I wrote last week about how performance troubleshooting is a problem with multiple dimensions. From the client, across the network, and into the application server, there are many places where application performance can be impacted. One of the key parts of performance troubleshooting is sorting through all those dimensions, then finding the one that is limiting application performance. Unfortunately, there are many more dimensions when your applications are inside virtual machines. Understanding and considering these dimensions is critical to performance troubleshooting in a virtual environment.
The first place we add more dimensions is between the VM and the hypervisor. VM-sizing as well as virtual HBA and NIC selection all play a part in application performance. Then there is the hypervisor and its configuration. A lot of the same issues that affect operating systems also effect hypervisors. Are updates applied? Is the storage configuration correct? How about NIC teaming? Even simple things like storage vendor recommended optimization can make a big difference to the performance of applications in the VMs.
The next dimension is that multiple VMs share a single physical server. So your application’s performance may be dependent on the behavior of other VMs. If another VM, or group of VMs, uses most of the physical CPU, then your application may run slow. If your VM resides on the same storage as a bunch of VDI desktops, then storage performance will fluctuate. We see this noisy neighbor problem most often in cloud environments. But noisy neighbors absolutely can happen in on-premises virtualization. A particular challenge is the invisibility of hypervisor issues to the VM and its applications. The operating system inside a VM will report the clock speed of the underlying physical CPU, even if it is only getting a small fraction of the CPU cycles. A VM that uses 100% of its CPU is not necessarily getting 100% of a CPU, it is just using 100% if what it gets from the hypervisor.

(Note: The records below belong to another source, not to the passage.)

// The question flow as plain logic: answers, can't-tell, undo, turns, re-asks, grid expansion.
#include <doctest/doctest.h>

#include <set>
#include <stdexcept>
#include <tuple>

#include "solver/asking/question_flow.h"

using namespace kith;

namespace {
// A deterministic question source: anchors 0, 10, 20, ... with candidates after them.
QuestionFlow::QuestionSource counting_source(int* asked) {
  return [asked](QuestionKind kind, int n, int k) {
    Question q;
    q.kind = kind;
    q.anchor = 10 * (*asked)++;
    const int count = (kind == QuestionKind::kPair) ? 2 : n;
    for (int c = 1; c <= count; ++c) q.candidates.push_back(q.anchor + c);
    q.choose = (kind == QuestionKind::kPair) ? 1 : k;
    return q;
  };
}
QuestionFlowOptions no_reask(QuestionKind kind = QuestionKind::kPair) {
  QuestionFlowOptions o;
  o.kind = kind;
  o.reask_rate = 0.0;
  return o;
}
}  // namespace

TEST_CASE("pair answers become one judgment each, with the person whose turn it was") {
  int asked = 0;
  QuestionFlow flow(no_reask(), counting_source(&asked));
  flow.add_person("Ada", 0xE69F00);
  flow.add_person("Bo", 0x56B4E9);
  REQUIRE(flow.current().anchor == 0);
  auto j1 = flow.answer_pair(true, 100.0);
  REQUIRE(j1.size() == 1);
  CHECK(std::tie(j1[0].anchor, j1[0].nearer, j1[0].farther) == std::make_tuple(0, 1, 2));
  CHECK(j1[0].person == "Ada");
  CHECK(j1[0].kind == JudgmentKind::kPair);
  CHECK(j1[0].time == 100.0);
  CHECK(flow.turn() == 1);
  REQUIRE(flow.current().anchor == 10);
  auto j2 = flow.answer_pair(false, 101.0);
  CHECK(std::tie(j2[0].anchor, j2[0].nearer, j2[0].farther) == std::make_tuple(10, 12, 11));
  CHECK(j2[0].person == "Bo");
  CHECK(flow.turn() == 0);
}

TEST_CASE("can't tell is recorded but gives no judgment, and undo puts the question back") {
  int asked = 0;
  QuestionFlow flow(no_reask(), counting_source(&asked));
  flow.add_person("Ada", 1);
  flow.add_person("Bo", 2);
  flow.current();
  CHECK(flow.answer_cant_tell(5.0).empty());
  REQUIRE(flow.answers().size() == 1);
  CHECK(flow.answers()[0].cant_tell);
  CHECK(flow.turn() == 1);

  const int anchor = flow.current().anchor;
  auto given = flow.answer_pair(true, 6.0);
  flow.set_judgment_ids({41});
  auto undone = flow.undo();
  REQUIRE(undone.size() == 1);
  CHECK(undone[0].id == 41);
  CHECK(undone[0].anchor == given[0].anchor);
  CHECK(flow.answers().back().undone);
  CHECK(flow.turn() == 1);               // back to who answered
  CHECK(flow.current().anchor == anchor);  // the same question again
  CHECK(asked == 2);                     // and the source was not asked anew
  // A second undo reaches the can't-tell answer; a third finds nothing.
  CHECK(flow.undo().empty());
  CHECK(flow.answers()[0].undone);
  CHECK(flow.undo().empty());
}

TEST_CASE("grid answers expand into K x (N-K) judgments") {
  int asked = 0;
  auto o = no_reask(QuestionKind::kGrid);
  o.grid_size = 8;
  o.grid_choose = 2;
  QuestionFlow flow(o, counting_source(&asked));
  flow.add_person("Cy", 3);
  const Question q = flow.current();
  REQUIRE(q.candidates.size() == 8);
  auto js = flow.answer_grid({2, 5}, 9.0);
  CHECK(js.size() == 2 * 6);
  std::set<std::tuple<int, int, int>> got;
  for (const auto& j : js) {
    CHECK(j.kind == JudgmentKind::kGrid);
    CHECK(j.person == "Cy");
    got.insert({j.anchor, j.nearer, j.farther});
  }
  CHECK(got.size() == 12);
  for (int picked : {2, 5})
    for (int u = 0; u < 8; ++u) {
      if (u == 2 || u == 5) continue;
      CHECK(got.count({q.anchor, q.candidates[size_t(picked)], q.candidates[size_t(u)]}) == 1);
    }
  // Wrong numbers of picks, repeats and places off the grid are refused and record nothing.
  flow.current();
  CHECK_THROWS_AS(flow.answer_grid({1}, 1.0), std::invalid_argument);
  CHECK_THROWS_AS(flow.answer_grid({1, 1}, 1.0), std::invalid_argument);
  CHECK_THROWS_AS(flow.answer_grid({1, 8}, 1.0), std::invalid_argument);
  CHECK(flow.answers().size() == 1);
}

TEST_CASE("turns rotate after each answer, after every N, or only when the facilitator says") {
  int asked = 0;
  auto o = no_reask();
  o.turn_rule = TurnRule::kEveryN;
  o.turn_every = 2;
  QuestionFlow flow(o, counting_source(&asked));
  for (const char* n : {"A", "B", "C"}) flow.add_person(n, 0);
  std::vector<int> turns;
  for (int i = 0; i < 6; ++i) {
    turns.push_back(flow.turn());
    flow.current();
    flow.answer_pair(true, i);
  }
  CHECK(turns == std::vector<int>{0, 0, 1, 1, 2, 2});

  o.turn_rule = TurnRule::kFacilitator;
  flow.set_options(o);
  flow.set_turn(1);
  for (int i = 0; i < 3; ++i) {
    flow.current();
    flow.answer_pair(true, i);
    CHECK(flow.turn() == 1);
  }
  CHECK_THROWS(flow.set_turn(3));
}

TEST_CASE("re-asks repeat earlier questions at about the set rate") {
  int asked = 0;
  QuestionFlowOptions o;
  o.reask_rate = 0.2;
  o.seed = 11;
  QuestionFlow flow(o, counting_source(&asked));
  flow.add_person("A", 0);
  flow.add_person("B", 0);
  const int total = 2000;
  int reasks = 0;
  for (int i = 0; i < total; ++i) {
    const Question q = flow.current();
    if (q.reask) {
      ++reasks;
      REQUIRE(q.repeat_of >= 0);
      const Question& original = flow.answers()[size_t(q.repeat_of)].question;
      CHECK(original.anchor == q.anchor);
      CHECK(std::set<int>(original.candidates.begin(), original.candidates.end()) ==
            std::set<int>(q.candidates.begin(), q.candidates.end()));
    }
    flow.answer_pair(true, i);
  }
  // Binomial(2000, 0.2): mean 400, sd ~18; 5 sd either side.
  CHECK(reasks > 400 - 90);
  CHECK(reasks < 400 + 90);
  CHECK(asked == total - reasks);
}

TEST_CASE("agreement: self-consistency on re-asks and agreement between people") {
  // Hand-built record: question X answered by A twice (same), by B once (different);
  // question Y answered by A and B the same way; a can't-tell and an undone answer are ignored.
  auto answer = [](int person, int anchor, int chosen, bool cant_tell = false, bool undone = false) {
    Answer a;
    a.person = person;
    a.question.anchor = anchor;
    a.question.candidates = {anchor + 1, anchor + 2};
    if (!cant_tell) a.chosen = {chosen};
    a.cant_tell = cant_tell;
    a.undone = undone;
    return a;
  };
  std::vector<Answer> record = {answer(0, 0, 1), answer(0, 0, 1), answer(1, 0, 2), answer(0, 10, 11),
                                answer(1, 10, 11), answer(1, 20, 0, true), answer(1, 10, 12, false, true)};
  auto pa = person_agreement(record, 2);
  REQUIRE(pa.size() == 2);
  CHECK(pa[0].answered == 3);
  CHECK(pa[1].answered == 3);
  CHECK(pa[1].cant_tell == 1);
  CHECK(pa[0].self_pairs == 1);
  CHECK(pa[0].self_consistency == doctest::Approx(1.0));
  CHECK(pa[1].self_pairs == 0);
  CHECK(pa[1].self_consistency == -1);
  // A vs B on X: two pairs (A's two answers vs B's), both disagree; on Y: one pair, agree.
  CHECK(pa[0].other_pairs == 3);
  CHECK(pa[0].with_others == doctest::Approx(1.0 / 3.0));
  CHECK(pa[1].with_others == doctest::Approx(1.0 / 3.0));
}

TEST_CASE("question flow options are checked") {
  QuestionFlowOptions o;
  std::string error;
  o.grid_size = 4;
  o.grid_choose = 4;
  CHECK_FALSE(o.IsValid(&error));
  CHECK(error.find("between 1 and 3") != std::string::npos);
  o.grid_choose = 2;
  o.reask_rate = 1.5;
  CHECK_FALSE(o.IsValid(&error));
}
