TEST_CASE("sessions: a version 1 file is migrated after a backup, and keeps every judgment") {
  const std::string dir = kith::test::temp_dir("kith-migrate");
  const std::string path = make_session(dir);
  size_t judgments_before = 0;
  {
    auto store = SessionStore::open(path);
    judgments_before = store->judgment_count();
  }
  // Make it a version 1 file, as kith 0.1 wrote them: no events table (nor the later neighbours).
  sqlite3* db = nullptr;
  REQUIRE(sqlite3_open(path.c_str(), &db) == SQLITE_OK);
  REQUIRE(sqlite3_exec(db, "DROP TABLE events; DROP TABLE neighbours; PRAGMA user_version = 1;", nullptr, nullptr, nullptr) == SQLITE_OK);
  sqlite3_close(db);

  auto store = SessionStore::open(path);
  const std::string backup = store->migration_backup();
  REQUIRE_FALSE(backup.empty());
  CHECK(backup.find(".schema-v1") != std::string::npos);
  CHECK(store->judgment_count() == judgments_before);
  const int64_t e = store->add_event("cant_tell", R"({"anchor":"swatch-1"})");
  CHECK(e > 0);
  REQUIRE(store->events().size() == 1);
  CHECK(store->events()[0].kind == "cant_tell");
  CHECK(store->settings().metric == kith::Metric::kEuclidean);  // sessions before version 3 were Euclidean
  store.reset();

  // The backup is still a version 1 session with the same judgments.
  REQUIRE(sqlite3_open_v2(backup.c_str(), &db, SQLITE_OPEN_READONLY, nullptr) == SQLITE_OK);
  sqlite3_stmt* q = nullptr;
  REQUIRE(sqlite3_prepare_v2(db, "SELECT (SELECT count(*) FROM judgments), (SELECT user_version FROM pragma_user_version)",
                             -1, &q, nullptr) == SQLITE_OK);
  REQUIRE(sqlite3_step(q) == SQLITE_ROW);
  CHECK(size_t(sqlite3_column_int64(q, 0)) == judgments_before);
  CHECK(sqlite3_column_int(q, 1) == 1);
  sqlite3_finalize(q);
  sqlite3_close(db);
}

// The value of one key of a session's settings table, "" when there is no such row.
static std::string setting_row(const std::string& path, const char* key) {
  sqlite3* db = nullptr;
  REQUIRE(sqlite3_open_v2(path.c_str(), &db, SQLITE_OPEN_READONLY, nullptr) == SQLITE_OK);
  sqlite3_stmt* q = nullptr;
  REQUIRE(sqlite3_prepare_v2(db, "SELECT value FROM settings WHERE key = ?", -1, &q, nullptr) == SQLITE_OK);
  sqlite3_bind_text(q, 1, key, -1, SQLITE_TRANSIENT);
  std::string value;
  if (sqlite3_step(q) == SQLITE_ROW) value = reinterpret_cast<const char*>(sqlite3_column_text(q, 0));
  sqlite3_finalize(q);
  sqlite3_close(db);
  return value;
}
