// The live engine with the real objective (t-SNE neighbour term + t-STE judgments): drags, pins,
// judgments and their retraction, inserted and removed items, replay, settling and idle CPU, and a
// multi-threaded stress run. Data: four Gaussian clusters in 10-D (invented, fixed seed).
#include <doctest/doctest.h>
#include <sys/resource.h>

#include <atomic>
#include <cmath>
#include <random>
#include <set>
#include <string>
#include <thread>
#include <variant>

#include "solver/live/engine.h"

namespace kith {
namespace {

using namespace std::chrono_literals;

constexpr int kClusters = 4;

Collection clusters(int per_cluster, uint64_t seed = 11, int features = 10) {
  std::mt19937_64 rng(seed);
  std::normal_distribution<double> gauss;
  Collection c;
  c.features.resize(per_cluster * kClusters, features);
  for (int k = 0; k < kClusters; ++k)
    for (int i = 0; i < per_cluster; ++i) {
      const int row = k * per_cluster + i;
      for (int f = 0; f < features; ++f) c.features(row, f) = gauss(rng) + (f == k ? 8.0 : 0.0);
      c.ids.push_back("c" + std::to_string(k) + "-" + std::to_string(i));
    }
  return c;
}

EngineOptions test_options() {
  EngineOptions o;
  o.perplexity = 20;
  o.threads = 2;
  return o;
}

template <typename Pred>
std::shared_ptr<const Snapshot> wait_until(const Engine& e, Pred pred, std::chrono::milliseconds limit = 20s) {
  const auto end = std::chrono::steady_clock::now() + limit;
  auto s = e.latest();
  while (!pred(*s) && std::chrono::steady_clock::now() < end) {
    std::this_thread::sleep_for(1ms);
    s = e.latest();
  }
  return s;
}

double process_cpu_seconds() {
  rusage u{};
  getrusage(RUSAGE_SELF, &u);
  return u.ru_utime.tv_sec + u.ru_stime.tv_sec + 1e-6 * (u.ru_utime.tv_usec + u.ru_stime.tv_usec);
}

Eigen::RowVectorXd centroid(const Points& y, int first, int count) {
  return y.middleRows(first, count).colwise().mean();
}

double radius(const Points& y) { return std::sqrt((y.rowwise() - y.colwise().mean()).squaredNorm() / double(y.rows())); }

}  // namespace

There is a time dimension here, too; one related to the portability and mobility of VMs. Your application server may move from one virtualization host to another over time. So can other VMs. The noisy neighbor VM that caused a performance issue half an hour ago may be nowhere near your VM right now. On most hypervisors, VMs can also move from one piece of storage to another. That performance issue yesterday might have triggered an automated movement of your VM to a better storage location. The migration made the performance problem disappear. This VM mobility can lead to performance issues being intermittent, they only manifest when a specific other VM is on the same physical host.
Another virtualization dimension is when the user’s PC is really a VM. VDI adds more dimension to performance. There is a whole network between the user and their PC, as well as another device right in front of the user that may bring its own performance issues. Users seldom have the right words to differentiate a slow VDI session from a slow application. All of the noisy neighbor issues we see with server VMs are multiplied with desktops.
Virtualization has enabled many awesome changes in the data center. But virtualization has added serious complexity to performance troubleshooting. There are so many dimensions to understand to find and resolve the restricting dimension.